*Work task*
Some lines in the entries contain the word "rounded". Copy all of them.

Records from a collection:
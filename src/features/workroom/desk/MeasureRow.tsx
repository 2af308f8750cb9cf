import { useId } from 'react';
import type { Fault, MeasureDef, MeasureFigure, Rounding, Sizing } from '@/engine';
import { changeAsk, changeMeasure } from '@/features/projects/pattern-edits';
import type { Lit } from '@/features/projects/followers';
import { fieldOfFault } from '@/features/projects/proof-place';
import type { DeskStore } from './desk-store';
import { FaultWords } from './FaultWords';
import { cutText, exactText } from './figure-text';
import { FormulaField } from './FormulaField';
import { MeasureDetails } from './MeasureDetails';
import { NameField, RenameWords } from './RenameMeasure';
import { useRenaming } from './use-renaming';

export interface MeasureRowProps {
  readonly store: DeskStore;
  readonly measure: MeasureDef;
  readonly names: readonly string[];
  readonly faults: readonly Fault[];
  readonly figure: MeasureFigure | undefined;
  readonly lit: Lit | null;
  readonly stale: boolean;
  readonly sizing: Sizing;
  /** How many places followed its new name, while nothing else has changed since. */
  readonly renamed: string | null;
  readonly onRenamed: (name: string, words: string) => void;
}
const ROUNDINGS: readonly Rounding[] = ['nearest', 'up', 'down', 'exact'];

/** One measure: what it is, what it comes to, how it is rounded. Selected, it opens what else can be changed. */
export function MeasureRow(props: MeasureRowProps) {
  const { store, measure, names, faults, figure, lit, stale, sizing } = props;
  const errorId = useId();
  const renameId = useId();
  const { name } = measure;
  const renaming = useRenaming(store, name, props.onRenamed);
  const selected = lit?.selected === name;
  const follows = lit !== null && !selected && lit.names.has(name);
  const own = faults.filter((fault) => fieldOfFault(fault, name) !== null);
  const inFormula = measure.ask ? [] : own;
  const usualRounding: Rounding = (measure.kind ?? 'length') === 'length' ? 'nearest' : 'exact';
  const setFormula = (formula: string) =>
    store.editPattern(`${name}.formula`, (pattern) => changeMeasure(pattern, name, { formula }));
  const className = ['measure-row', selected ? 'selected' : '', follows ? 'follows' : '', own.length > 0 ? 'wrong' : '']
    .filter(Boolean)
    .join(' ');
  const meanwhile = figure
    ? `Until it reads, pieces keep the last good ${cutText(figure, sizing)}.`
    : 'Until it reads, no piece can be drawn.';

  return (
    <>
      <tr className={className} data-lit={follows ? '' : undefined} data-measure={name}>
        <th scope="row">
          {renaming.typed === null ? (
            <button
              type="button"
              className="measure-name"
              aria-pressed={selected}
              aria-keyshortcuts="F2"
              title="F2 renames it"
              data-place={`name:${name}`}
              onClick={() => store.select(selected ? null : name)}
              onKeyDown={(event) => {
                if (event.key !== 'F2') return;
                event.preventDefault();
                renaming.begin();
              }}
            >
              {name}
            </button>
          ) : (
            <NameField name={name} renaming={renaming} describedBy={renameId} />
          )}
        </th>
        <td>
          {measure.ask ? (
            <textarea
              className="plain-input"
              rows={1}
              aria-label={`Question for ${name}`}
              data-place={`measure:${name}`}
              value={measure.ask.question}
              maxLength={200}
              onFocus={() => store.select(name)}
              onChange={(event) => {
                const question = event.currentTarget.value.replace(/\n/gu, ' ');
                store.editPattern(`${name}.question`, (pattern) => changeAsk(pattern, name, { question }));
              }}
            />
          ) : (
            <FormulaField
              label={`Formula of ${name}`}
              place={`measure:${name}`}
              value={measure.formula ?? ''}
              names={names}
              lit={lit?.names ?? null}
              faults={inFormula}
              describedBy={inFormula.length > 0 ? errorId : undefined}
              onChange={setFormula}
              onFocus={() => store.select(name)}
            />
          )}
          {measure.note ? <p className="small soft">{measure.note}</p> : null}
        </td>
        <td className="figures soft">{figure ? exactText(figure, sizing) : '–'}</td>
        <td className={stale ? 'figures stale' : 'figures'}>
          <b>{figure ? cutText(figure, sizing) : '–'}</b>
        </td>
        <td>
          <select
            className="plain-select"
            aria-label={`How ${name} is rounded`}
            value={measure.rounds ?? usualRounding}
            onChange={(event) => {
              const rounds = event.currentTarget.value as Rounding;
              store.editPattern(null, (pattern) => changeMeasure(pattern, name, { rounds }));
            }}
          >
            {ROUNDINGS.map((rounding) => (
              <option key={rounding}>{rounding}</option>
            ))}
          </select>
        </td>
      </tr>
      {renaming.typed === null && props.renamed === null ? null : (
        <tr className={selected ? 'measure-naming selected' : 'measure-naming'}>
          <td colSpan={5}>
            {renaming.typed === null ? (
              <p className="fault-cure">
                <b>{props.renamed}</b>
                <button type="button" className="text-button small" onClick={store.undo}>
                  Undo
                </button>
              </p>
            ) : (
              <RenameWords id={renameId} renaming={renaming} />
            )}
          </td>
        </tr>
      )}
      {inFormula.length > 0 ? (
        <tr className="row-fault">
          <td />
          <td colSpan={4}>
            <FaultWords
              id={errorId}
              faults={inFormula}
              value={measure.formula ?? ''}
              meanwhile={meanwhile}
              onCure={setFormula}
            />
          </td>
        </tr>
      ) : null}
      {selected || (measure.ask && own.length > 0) ? (
        <tr className={selected ? 'measure-more selected' : 'measure-more'}>
          <td colSpan={5}>
            <MeasureDetails {...props} own={own} onRename={renaming.begin} />
          </td>
        </tr>
      ) : null}
    </>
  );
}
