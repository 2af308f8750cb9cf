import type { Pattern, Sizing } from '@/engine';
import { tryRange } from '@/features/projects/range-trial';

export interface TrialRequest {
  readonly pattern: Pattern;
  readonly ways: readonly Sizing[];
}

self.addEventListener('message', ({ data }: MessageEvent<TrialRequest>) => {
  for (const tried of tryRange(data.pattern, data.ways)) self.postMessage(tried);
});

*Result for this task*
/** One measure: what it is, what it comes to, how it is rounded. Selected, it opens what else can be changed. */
            aria-label={`How ${name} is rounded`}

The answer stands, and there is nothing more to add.